● **ACTION ITEM**: Pick out each line in these entries that contains the string "satisfies".

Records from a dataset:
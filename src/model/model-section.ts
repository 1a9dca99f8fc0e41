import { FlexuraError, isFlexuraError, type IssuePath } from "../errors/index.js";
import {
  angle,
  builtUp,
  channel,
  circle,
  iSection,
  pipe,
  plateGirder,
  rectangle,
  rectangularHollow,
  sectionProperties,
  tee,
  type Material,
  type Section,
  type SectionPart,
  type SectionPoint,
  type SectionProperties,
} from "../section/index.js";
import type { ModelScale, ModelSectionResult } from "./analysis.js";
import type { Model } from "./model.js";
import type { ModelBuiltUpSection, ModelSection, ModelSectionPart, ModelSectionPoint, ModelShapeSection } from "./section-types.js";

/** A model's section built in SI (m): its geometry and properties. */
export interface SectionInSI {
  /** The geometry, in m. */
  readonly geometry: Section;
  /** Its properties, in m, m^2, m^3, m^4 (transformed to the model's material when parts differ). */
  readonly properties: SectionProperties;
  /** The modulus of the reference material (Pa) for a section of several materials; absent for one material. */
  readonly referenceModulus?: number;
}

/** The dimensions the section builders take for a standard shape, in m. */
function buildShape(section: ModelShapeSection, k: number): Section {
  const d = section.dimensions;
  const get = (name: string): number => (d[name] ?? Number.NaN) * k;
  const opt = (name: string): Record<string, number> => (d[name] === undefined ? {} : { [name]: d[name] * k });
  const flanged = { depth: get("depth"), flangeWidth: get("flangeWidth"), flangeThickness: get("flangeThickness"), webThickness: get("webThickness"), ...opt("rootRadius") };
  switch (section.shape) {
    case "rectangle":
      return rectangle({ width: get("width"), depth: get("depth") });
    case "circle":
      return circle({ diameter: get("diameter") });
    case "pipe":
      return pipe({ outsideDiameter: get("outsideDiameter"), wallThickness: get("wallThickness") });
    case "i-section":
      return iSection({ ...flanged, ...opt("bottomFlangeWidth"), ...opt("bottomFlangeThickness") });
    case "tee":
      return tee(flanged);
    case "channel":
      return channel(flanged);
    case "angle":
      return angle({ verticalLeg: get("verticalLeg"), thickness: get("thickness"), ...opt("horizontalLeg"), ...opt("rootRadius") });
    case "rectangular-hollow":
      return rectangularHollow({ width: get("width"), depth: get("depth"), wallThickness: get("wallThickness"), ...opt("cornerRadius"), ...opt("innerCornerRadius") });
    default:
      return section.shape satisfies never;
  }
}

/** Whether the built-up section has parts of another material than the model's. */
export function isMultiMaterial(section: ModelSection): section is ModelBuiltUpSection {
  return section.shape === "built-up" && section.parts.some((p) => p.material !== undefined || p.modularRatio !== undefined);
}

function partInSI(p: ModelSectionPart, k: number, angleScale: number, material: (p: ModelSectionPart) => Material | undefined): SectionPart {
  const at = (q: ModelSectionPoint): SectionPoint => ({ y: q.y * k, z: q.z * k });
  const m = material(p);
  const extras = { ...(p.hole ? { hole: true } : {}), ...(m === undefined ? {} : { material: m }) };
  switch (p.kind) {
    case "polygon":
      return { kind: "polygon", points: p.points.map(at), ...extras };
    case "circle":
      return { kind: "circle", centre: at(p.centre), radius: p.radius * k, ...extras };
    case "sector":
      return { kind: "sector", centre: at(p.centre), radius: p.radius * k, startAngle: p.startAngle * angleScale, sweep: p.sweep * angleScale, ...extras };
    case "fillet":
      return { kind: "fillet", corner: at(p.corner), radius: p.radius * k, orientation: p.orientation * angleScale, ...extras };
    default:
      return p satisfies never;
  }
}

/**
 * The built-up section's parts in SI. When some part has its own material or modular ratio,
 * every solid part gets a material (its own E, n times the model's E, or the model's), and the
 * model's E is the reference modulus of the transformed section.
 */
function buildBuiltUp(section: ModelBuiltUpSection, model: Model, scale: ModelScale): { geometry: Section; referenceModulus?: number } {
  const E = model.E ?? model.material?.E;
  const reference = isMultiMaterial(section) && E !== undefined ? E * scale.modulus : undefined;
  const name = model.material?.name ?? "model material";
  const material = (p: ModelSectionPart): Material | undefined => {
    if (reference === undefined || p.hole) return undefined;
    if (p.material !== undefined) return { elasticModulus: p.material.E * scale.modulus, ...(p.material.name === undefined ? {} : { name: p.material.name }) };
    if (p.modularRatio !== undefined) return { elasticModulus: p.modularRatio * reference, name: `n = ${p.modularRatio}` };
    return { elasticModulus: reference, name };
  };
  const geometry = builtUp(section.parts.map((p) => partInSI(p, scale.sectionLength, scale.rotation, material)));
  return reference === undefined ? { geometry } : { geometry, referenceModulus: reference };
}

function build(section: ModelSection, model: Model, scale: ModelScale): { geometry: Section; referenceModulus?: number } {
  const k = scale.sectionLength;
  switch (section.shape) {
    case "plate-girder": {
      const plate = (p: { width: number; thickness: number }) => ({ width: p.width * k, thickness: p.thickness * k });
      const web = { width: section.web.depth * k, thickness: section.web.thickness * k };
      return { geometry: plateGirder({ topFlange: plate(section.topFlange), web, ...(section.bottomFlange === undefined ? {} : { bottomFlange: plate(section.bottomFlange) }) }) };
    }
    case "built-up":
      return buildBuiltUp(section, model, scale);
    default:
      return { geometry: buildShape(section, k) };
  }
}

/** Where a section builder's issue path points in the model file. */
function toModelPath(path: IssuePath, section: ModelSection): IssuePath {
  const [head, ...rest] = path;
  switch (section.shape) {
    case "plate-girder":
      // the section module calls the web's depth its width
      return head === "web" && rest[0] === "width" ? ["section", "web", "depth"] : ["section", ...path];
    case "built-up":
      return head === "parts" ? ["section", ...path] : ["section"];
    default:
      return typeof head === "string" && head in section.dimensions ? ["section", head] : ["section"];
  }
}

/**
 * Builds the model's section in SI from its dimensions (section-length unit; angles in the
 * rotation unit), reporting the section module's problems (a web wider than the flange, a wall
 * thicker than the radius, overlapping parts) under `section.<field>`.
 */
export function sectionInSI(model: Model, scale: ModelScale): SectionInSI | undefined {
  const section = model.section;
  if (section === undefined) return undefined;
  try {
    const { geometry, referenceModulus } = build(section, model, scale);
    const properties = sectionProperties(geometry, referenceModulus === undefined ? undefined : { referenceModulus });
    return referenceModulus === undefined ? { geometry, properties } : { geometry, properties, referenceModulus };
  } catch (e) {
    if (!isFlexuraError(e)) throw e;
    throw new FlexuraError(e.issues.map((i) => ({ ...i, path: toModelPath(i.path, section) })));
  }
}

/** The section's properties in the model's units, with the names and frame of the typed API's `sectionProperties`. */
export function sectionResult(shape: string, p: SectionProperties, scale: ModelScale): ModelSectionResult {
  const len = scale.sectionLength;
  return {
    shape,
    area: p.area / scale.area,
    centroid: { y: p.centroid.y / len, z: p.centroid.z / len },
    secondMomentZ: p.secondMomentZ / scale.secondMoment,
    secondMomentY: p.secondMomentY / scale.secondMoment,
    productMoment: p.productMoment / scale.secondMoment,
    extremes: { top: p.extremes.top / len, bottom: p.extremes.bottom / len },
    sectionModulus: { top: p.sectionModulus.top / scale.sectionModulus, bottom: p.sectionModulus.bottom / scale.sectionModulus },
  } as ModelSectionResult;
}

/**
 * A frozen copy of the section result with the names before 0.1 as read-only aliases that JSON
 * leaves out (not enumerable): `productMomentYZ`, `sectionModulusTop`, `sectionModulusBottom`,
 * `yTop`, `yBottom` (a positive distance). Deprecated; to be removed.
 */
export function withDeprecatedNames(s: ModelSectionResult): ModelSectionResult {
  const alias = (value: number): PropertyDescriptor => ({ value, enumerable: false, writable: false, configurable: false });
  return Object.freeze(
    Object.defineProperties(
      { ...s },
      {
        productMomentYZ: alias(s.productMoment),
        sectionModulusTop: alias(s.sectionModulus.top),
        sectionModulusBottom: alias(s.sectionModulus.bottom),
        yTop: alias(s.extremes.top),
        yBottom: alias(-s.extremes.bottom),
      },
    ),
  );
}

● **THE COMPLETED TASK**:
      return section.shape satisfies never;
      return p satisfies never;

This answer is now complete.